▸ RECORDS SHOWN:
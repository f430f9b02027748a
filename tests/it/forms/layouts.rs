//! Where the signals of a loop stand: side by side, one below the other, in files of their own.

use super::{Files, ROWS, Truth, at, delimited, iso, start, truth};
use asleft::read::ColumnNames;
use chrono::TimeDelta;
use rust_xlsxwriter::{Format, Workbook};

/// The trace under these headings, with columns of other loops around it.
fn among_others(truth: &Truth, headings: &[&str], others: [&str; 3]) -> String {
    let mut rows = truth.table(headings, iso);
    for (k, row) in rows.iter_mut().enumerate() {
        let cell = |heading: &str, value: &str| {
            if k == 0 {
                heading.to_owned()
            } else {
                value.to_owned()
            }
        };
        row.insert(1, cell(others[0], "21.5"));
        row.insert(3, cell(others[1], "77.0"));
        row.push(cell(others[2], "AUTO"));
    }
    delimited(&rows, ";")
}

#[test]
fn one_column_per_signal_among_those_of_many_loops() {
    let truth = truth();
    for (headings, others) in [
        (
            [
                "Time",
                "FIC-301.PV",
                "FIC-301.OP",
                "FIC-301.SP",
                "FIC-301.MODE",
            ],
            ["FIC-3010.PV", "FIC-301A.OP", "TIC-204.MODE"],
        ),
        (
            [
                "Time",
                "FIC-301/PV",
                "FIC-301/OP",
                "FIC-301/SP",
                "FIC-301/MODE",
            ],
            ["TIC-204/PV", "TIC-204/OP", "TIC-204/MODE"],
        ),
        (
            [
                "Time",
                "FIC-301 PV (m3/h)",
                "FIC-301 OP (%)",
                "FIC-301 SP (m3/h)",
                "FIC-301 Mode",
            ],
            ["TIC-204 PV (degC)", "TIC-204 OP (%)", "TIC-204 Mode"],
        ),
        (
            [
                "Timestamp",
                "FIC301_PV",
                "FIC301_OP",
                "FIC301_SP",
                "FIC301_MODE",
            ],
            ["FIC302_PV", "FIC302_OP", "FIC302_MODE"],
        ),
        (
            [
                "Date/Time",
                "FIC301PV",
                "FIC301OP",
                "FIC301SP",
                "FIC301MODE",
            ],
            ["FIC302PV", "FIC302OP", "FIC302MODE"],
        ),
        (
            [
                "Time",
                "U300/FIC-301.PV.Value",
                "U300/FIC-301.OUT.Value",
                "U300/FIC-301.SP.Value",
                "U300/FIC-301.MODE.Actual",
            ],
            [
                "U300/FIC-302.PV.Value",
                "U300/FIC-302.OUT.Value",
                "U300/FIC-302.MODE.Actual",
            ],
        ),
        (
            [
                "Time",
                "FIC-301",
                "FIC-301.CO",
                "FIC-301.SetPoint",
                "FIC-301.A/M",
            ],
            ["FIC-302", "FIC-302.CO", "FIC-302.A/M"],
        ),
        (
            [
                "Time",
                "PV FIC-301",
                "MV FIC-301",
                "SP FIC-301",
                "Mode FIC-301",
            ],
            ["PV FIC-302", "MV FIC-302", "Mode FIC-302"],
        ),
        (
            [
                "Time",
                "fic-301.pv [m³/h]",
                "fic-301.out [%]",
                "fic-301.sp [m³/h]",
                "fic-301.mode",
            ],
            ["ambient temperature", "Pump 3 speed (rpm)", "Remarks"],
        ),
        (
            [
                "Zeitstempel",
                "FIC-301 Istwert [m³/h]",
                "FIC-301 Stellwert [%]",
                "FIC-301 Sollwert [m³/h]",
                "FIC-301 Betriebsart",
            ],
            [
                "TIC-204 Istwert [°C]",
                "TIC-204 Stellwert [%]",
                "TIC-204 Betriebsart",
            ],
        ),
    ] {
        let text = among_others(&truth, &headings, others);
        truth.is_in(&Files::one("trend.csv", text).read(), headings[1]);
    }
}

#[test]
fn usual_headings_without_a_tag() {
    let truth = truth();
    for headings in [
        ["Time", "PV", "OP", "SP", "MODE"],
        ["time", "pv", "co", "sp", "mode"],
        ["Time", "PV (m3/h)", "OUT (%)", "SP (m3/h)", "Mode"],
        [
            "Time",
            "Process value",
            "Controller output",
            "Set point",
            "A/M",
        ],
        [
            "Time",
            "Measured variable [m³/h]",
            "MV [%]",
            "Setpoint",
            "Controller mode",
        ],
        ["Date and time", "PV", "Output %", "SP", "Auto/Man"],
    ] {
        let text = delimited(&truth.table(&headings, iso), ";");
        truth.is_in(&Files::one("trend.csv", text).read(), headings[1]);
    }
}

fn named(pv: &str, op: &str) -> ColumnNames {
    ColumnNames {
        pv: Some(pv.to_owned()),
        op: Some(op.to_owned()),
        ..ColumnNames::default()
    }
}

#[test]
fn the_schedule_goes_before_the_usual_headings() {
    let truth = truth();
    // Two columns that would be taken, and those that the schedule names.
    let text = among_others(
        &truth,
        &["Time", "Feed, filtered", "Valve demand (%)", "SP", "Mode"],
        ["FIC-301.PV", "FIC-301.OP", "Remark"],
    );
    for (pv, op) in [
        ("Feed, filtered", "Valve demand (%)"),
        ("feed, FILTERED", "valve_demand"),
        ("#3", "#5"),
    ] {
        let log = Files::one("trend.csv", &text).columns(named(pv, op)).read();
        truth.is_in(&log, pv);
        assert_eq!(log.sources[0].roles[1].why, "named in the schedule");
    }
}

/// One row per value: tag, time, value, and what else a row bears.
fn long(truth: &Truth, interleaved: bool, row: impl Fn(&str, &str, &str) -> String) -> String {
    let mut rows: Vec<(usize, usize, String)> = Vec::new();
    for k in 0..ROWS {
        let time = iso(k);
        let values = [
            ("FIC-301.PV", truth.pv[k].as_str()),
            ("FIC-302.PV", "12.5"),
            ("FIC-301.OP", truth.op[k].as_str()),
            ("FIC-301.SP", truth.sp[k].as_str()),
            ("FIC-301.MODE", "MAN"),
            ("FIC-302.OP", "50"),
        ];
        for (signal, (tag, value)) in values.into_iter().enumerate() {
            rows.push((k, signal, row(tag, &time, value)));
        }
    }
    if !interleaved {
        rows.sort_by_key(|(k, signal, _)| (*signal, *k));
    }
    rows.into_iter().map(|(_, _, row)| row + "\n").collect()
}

▸ PROBLEM REQUIREMENTS:
Which lines above contain the word "push"? Copy all of them.

▸ ANSWER:
        row.push(cell(others[2], "AUTO"));
            rows.push((k, signal, row(tag, &time, value)));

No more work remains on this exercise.